4. Deployment core: from complex and slow rollout to plug-and-play

A traditional on-site CDU requires creation of a low-impedance bypass path through dedicated connection tools, cyclic cleaning, and handover. Cleaning alone takes 7 to 15 days. The processes are complex, and the rollout period is long, significantly affecting the production efficiency of intelligent computing power. In contrast, Huawei TMU is pre-cleaned before delivery and can be put into use after on-site cleaning that takes just one to two hours.

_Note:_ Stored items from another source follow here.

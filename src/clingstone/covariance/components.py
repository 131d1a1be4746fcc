"""Dependence structures as components of V = Σ σ²ₖKₖ(φₖ) + σ²I, and which of them a design can carry."""

from __future__ import annotations

from collections.abc import Mapping
from dataclasses import dataclass
from typing import Protocol

import numpy as np

from clingstone.design.design import Design
from clingstone.design.response import Response
from clingstone.display import count
from clingstone.maths.basis import Gram
from clingstone.maths.once import Array, once
from clingstone.maths.partition import Partition
from clingstone.needs import Family, Limits, NotSupported, Refusal

MOST_PLACES = 300_000  # beyond, one evaluation of the nearest-neighbour likelihood takes many seconds
SITE = "group:site"  # key of the unstructured part of places that repeat


@dataclass(frozen=True)
class Component:
    """One dependence structure that a design declares.

    key : "group:<level>", "serial" or "spatial". part : key of its partition in the design.
    label : how a sentence names it ("clinic", "time within patient", "place").
    repeats : rows of one series and time are repeats of a visit, so that the process along time stands
        beside row noise; without them it is the noise of the rows itself.
    """

    key: str
    family: Family
    part: str
    label: str
    repeats: bool = False


@dataclass(frozen=True)
class Parameter:
    """One working parameter of an algebra: name, bounds on the working scale, starting values.

    scan : uniform nodes over the region in which an estimate can be told from its neighbours.
    vanishes : ``low`` stands for a component that is not there (a variance of zero).
    """

    name: str
    low: float
    high: float
    starts: tuple[float, ...]
    scan: tuple[float, ...] = ()
    vanishes: bool = False


class Algebra(Protocol):
    """V⁻¹ and ln|V| of one set of components over one design, V on the scale where σ² = 1."""

    parameters: tuple[Parameter, ...]

    def gram(self, theta: Array, response: Response) -> Gram:
        """[Q, e]'V⁻¹[Q, e] at one θ (d,), for all B columns."""
        ...

    def variances(self, theta: Array, sigma2: Array) -> Mapping[str, Array]:
        """Variance of each component and of "row" noise; θ (d, B), σ² (B,)."""
        ...

    def shape(self, theta: Array) -> Mapping[str, Array]:
        """What readers know: "serial.rho" per base step, "spatial.range" the practical
        range in the sites' unit."""
        ...

    def spread(self, key: str, theta: Array) -> Array:
        """(p, p) Q'KQ of one component ("row" gives Q'Q or Q'Ω⁻¹Q), at one θ (d,); K has unit variance."""
        ...

    def draw(self, theta: Array, sigma2: float, rng: np.random.Generator, B: int) -> Array:
        """(n, B) errors drawn from V, on the scale of the basis (√weights applied)."""
        ...

    def whiten(self, theta: Array, block: Array) -> Array:
        """L⁻¹ block with LL' = V, or any equivalent square root: (n, k) → (n, k)."""
        ...


@once
def declared(design: Design, limits: Limits) -> tuple[Mapping[str, Component], Mapping[str, Refusal]]:
    """Components that these data can carry, in building order, and why the others cannot be had.

    Every declared structure gives one component per group level, one for order and one for place.
    Places that repeat and are not a declared group level give one more, ``group:site``: what the rows
    of one place share beyond what neighbouring places share.
    """
    found: dict[str, Component] = {}
    refused: dict[str, Refusal] = {}
    levels: list[Partition] = []
    groups = design.group
    for level in groups.levels if groups is not None else ():
        key = f"group:{level.key}"
        no = _group(design, level, levels, limits)
        if no is None and groups is not None:
            found[key] = Component(key, "group", level.key, groups.title(level.key))
            levels.append(level)
        elif no is not None:
            refused[key] = no
    if design.spatial is not None:
        part = design.spatial.part
        declared_too = any(level.relation(part) == "same" for level in levels)
        if not declared_too and _group(design, part, levels, limits) is None:
            found[SITE] = Component(SITE, "spatial", "site", "place, unstructured")
    if design.serial is not None:
        no = _serial(design, limits)
        within = "" if design.serial.part.count == 1 else f" within {design.serial.part.key}"
        if no is None:
            label = f"{design.serial.name}{within}"
            found["serial"] = Component("serial", "serial", "series", label, design.serial.repeats)
        else:
            refused["serial"] = no
    if design.spatial is not None:
        no = _spatial(design, limits)
        if no is None:
            found["spatial"] = Component("spatial", "spatial", "site", "place")
        else:
            refused["spatial"] = no
    return found, refused


# Keys of slopes that vary between groups: "slope:<level>:<covariate>".
SLOPE, APART = "slope:", "slope-apart:"


def slope_key(level: str, x: str, apart: bool = False) -> str:
    """Key of the slope of a covariate that varies between the groups of a level.

    apart : uncorrelated with the intercept of the level.
    """
    return f"{APART if apart else SLOPE}{level}:{x}"


def slope_of(design: Design, key: str) -> tuple[Partition, str, bool] | None:
    """Level, covariate and whether it stands apart, of a slope's key; None for any other key."""
    head = next((h for h in (SLOPE, APART) if key.startswith(h)), None)
    if head is None or design.group is None:
        return None
    rest = key.removeprefix(head)
    for level in design.group.levels:
        x = rest.removeprefix(f"{level.key}:")
        if rest.startswith(f"{level.key}:") and x in design.covariates:
            return level, x, head == APART
    return None


@once
def on_request(design: Design, key: str, limits: Limits) -> Component:
    """A component that is fitted only when asked for by its key: slopes. Raises NotSupported."""
    found = slope_of(design, key)
    if found is None:
        raise NotSupported(
            f"no component {key!r} was declared", "Declare the structure with group=, time= or coords=."
        )
    level, x, _ = found
    no = _group(design, level, [], limits) or _slope(design, level, x, limits)
    if no is not None:
        raise no.error()
    return Component(key, "group", level.key, f"slope of {x} within {level.key}")


def _slope(design: Design, level: Partition, x: str, limits: Limits) -> Refusal | None:
    """Groups in which a slope can be seen: three rows or more, over two values of x or more."""
    values = np.asarray(design.covariates[x], dtype=float)
    inside = values - level.means(values)[level.codes]
    size = float(np.abs(values).max())
    moves = level.sums((np.abs(inside) > 1e-9 * size).astype(float)) > 0
    if not moves.any():
        return Refusal(
            f"{x} does not vary within any {level.key}, so its slope cannot vary between them",
            f"A predictor that varies within {level.key} would be needed.",
        )
    able = int(np.sum(moves & (level.sizes >= 3)))
    if able < limits.groups_estimate:
        return Refusal(
            f"{able} of {level.count:,} groups of {level.key} have three rows or more over which {x} varies; "
            f"a variance of slopes needs {limits.groups_estimate}",
            "More rows in each group would be needed.",
        )
    return None


def _group(design: Design, level: Partition, kept: list[Partition], limits: Limits) -> Refusal | None:
    name = level.key
    if design.swept:
        return Refusal(
            "group means were swept out of this model, and with them what groups share",
            "Fit error models to the model itself.",
        )
    if level.count < limits.groups_estimate:
        return Refusal(
            f"{name}: {count(level.count, 'group')}; "
            f"a variance between groups needs {limits.groups_estimate} or more",
            "With few groups, give each its own level in the model (a factor) instead.",
        )
    if level.count == level.n:
        return Refusal(
            f"{name}: every group has a single row, so groups and rows cannot be told apart",
            "Repeated rows per group would be needed.",
        )
    same = next((k for k in kept if k.relation(level) == "same"), None)
    if same is not None:
        return Refusal(
            f"{name} and {same.key} divide the rows alike, so only one of them can be estimated",
            f"Read the variance of {same.key} as that of both.",
        )
    total = design.sizes(level)
    left = float(total.sum()) - float(np.sum(design.sums(level) ** 2))
    if left <= 1e-9 * float(total.sum()):
        return Refusal(
            f"the model already has its own level for every {name}",
            f"Leave the columns of {name} out of the model to estimate a variance between groups.",
        )
    return None


def _serial(design: Design, limits: Limits) -> Refusal | None:
    series = design.serial
    assert series is not None
    if design.swept:
        return Refusal(
            "group means were swept out of this model; its rows no longer follow an AR(1) process",
            "Fit error models to the model itself.",
        )
    sizes = series.part.sums((~(series.steps == 0)).astype(float))  # rows of one time count once
    longest, enough = int(sizes.max()), int(np.sum(sizes >= limits.serial_estimate_short))
    if longest < limits.serial_estimate_rows and enough < limits.serial_estimate_series:
        return Refusal(
            f"the longest series has {count(longest, 'time')}; "
            f"series of {limits.serial_estimate_short} times or more: {enough}",
            f"One series of {limits.serial_estimate_rows} times, or {limits.serial_estimate_series} series "
            f"of {limits.serial_estimate_short}, would be needed.",
        )
    return None


def _spatial(design: Design, limits: Limits) -> Refusal | None:
    sites = design.spatial
    assert sites is not None
    if design.swept:
        return Refusal(
            "group means were swept out of this model, and with them what neighbouring places share",
            "Fit error models to the model itself.",
        )
    if sites.count < limits.sites_estimate:
        return Refusal(
            f"{sites.count} distinct places; a spatial covariance needs at least {limits.sites_estimate}",
            "More places would be needed.",
        )
    if sites.count > MOST_PLACES:
        return Refusal(
            f"{sites.count:,} distinct places; the covariance of places is made for {MOST_PLACES:,} or fewer",
            "Average rows over larger places, or take a sample of places.",
        )
    return None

Through modular design and prefabrication, Huawei TMU shortens the deployment cycle by more than 90%. It addresses the issues of slow rollout and challenging implementation encountered by traditional CDUs.

Future Evolution: From Distributed Control to System-Wide Intelligence

The market for the CDU, a core component of liquid cooling, is growing rapidly. It has become a key technology behind the high-density and green development of data centers. For example, the AIDC liquid cooling market in China reached CNY18.4 billion in 2024 and is expected to grow to CNY130 billion by 2029, according to the China Academy of Information and Communications Technology (CAICT). Expanding market scale, continuous technological advancement, and policy incentives are the key drivers of future CDU growth.

The CDU's evolution from a simple coolant distribution unit to the intelligent control center of a liquid cooling system is more than just a technological upgrade. It represents the leap in AIDC liquid cooling systems from distributed control to system-wide intelligence. Future CDU advancements will focus on three key directions:

• Evolving from a single function to system-wide intelligence;

• Shifting from passive to predictive maintenance;

• Transitioning from standalone operation into group-based collaborative autonomy.

As demand for intelligent computing power soars, the CDU's evolution into an intelligent core will be the key to the liquid cooling industry's competitiveness. Huawei TMU represents not just an upgrade over traditional CDUs, but a reconstruction of the AIDC liquid cooling system. As an intelligent core, it offers autonomous decision-making and intelligent optimization capabilities for a liquid cooling system, resulting in breakthroughs across safety, reliability, O&M convenience, energy efficiency, and deployment efficiency. It sets a new standard for liquid cooling control units, driving the high-density, green, and intelligent development of AIDCs.

The implementation of Huawei TMU demonstrates this trend. By upgrading from a coolant distributor to an intelligent core, the TMU resolves pain points of liquid cooling systems and, more importantly, enables high-quality AIDC development.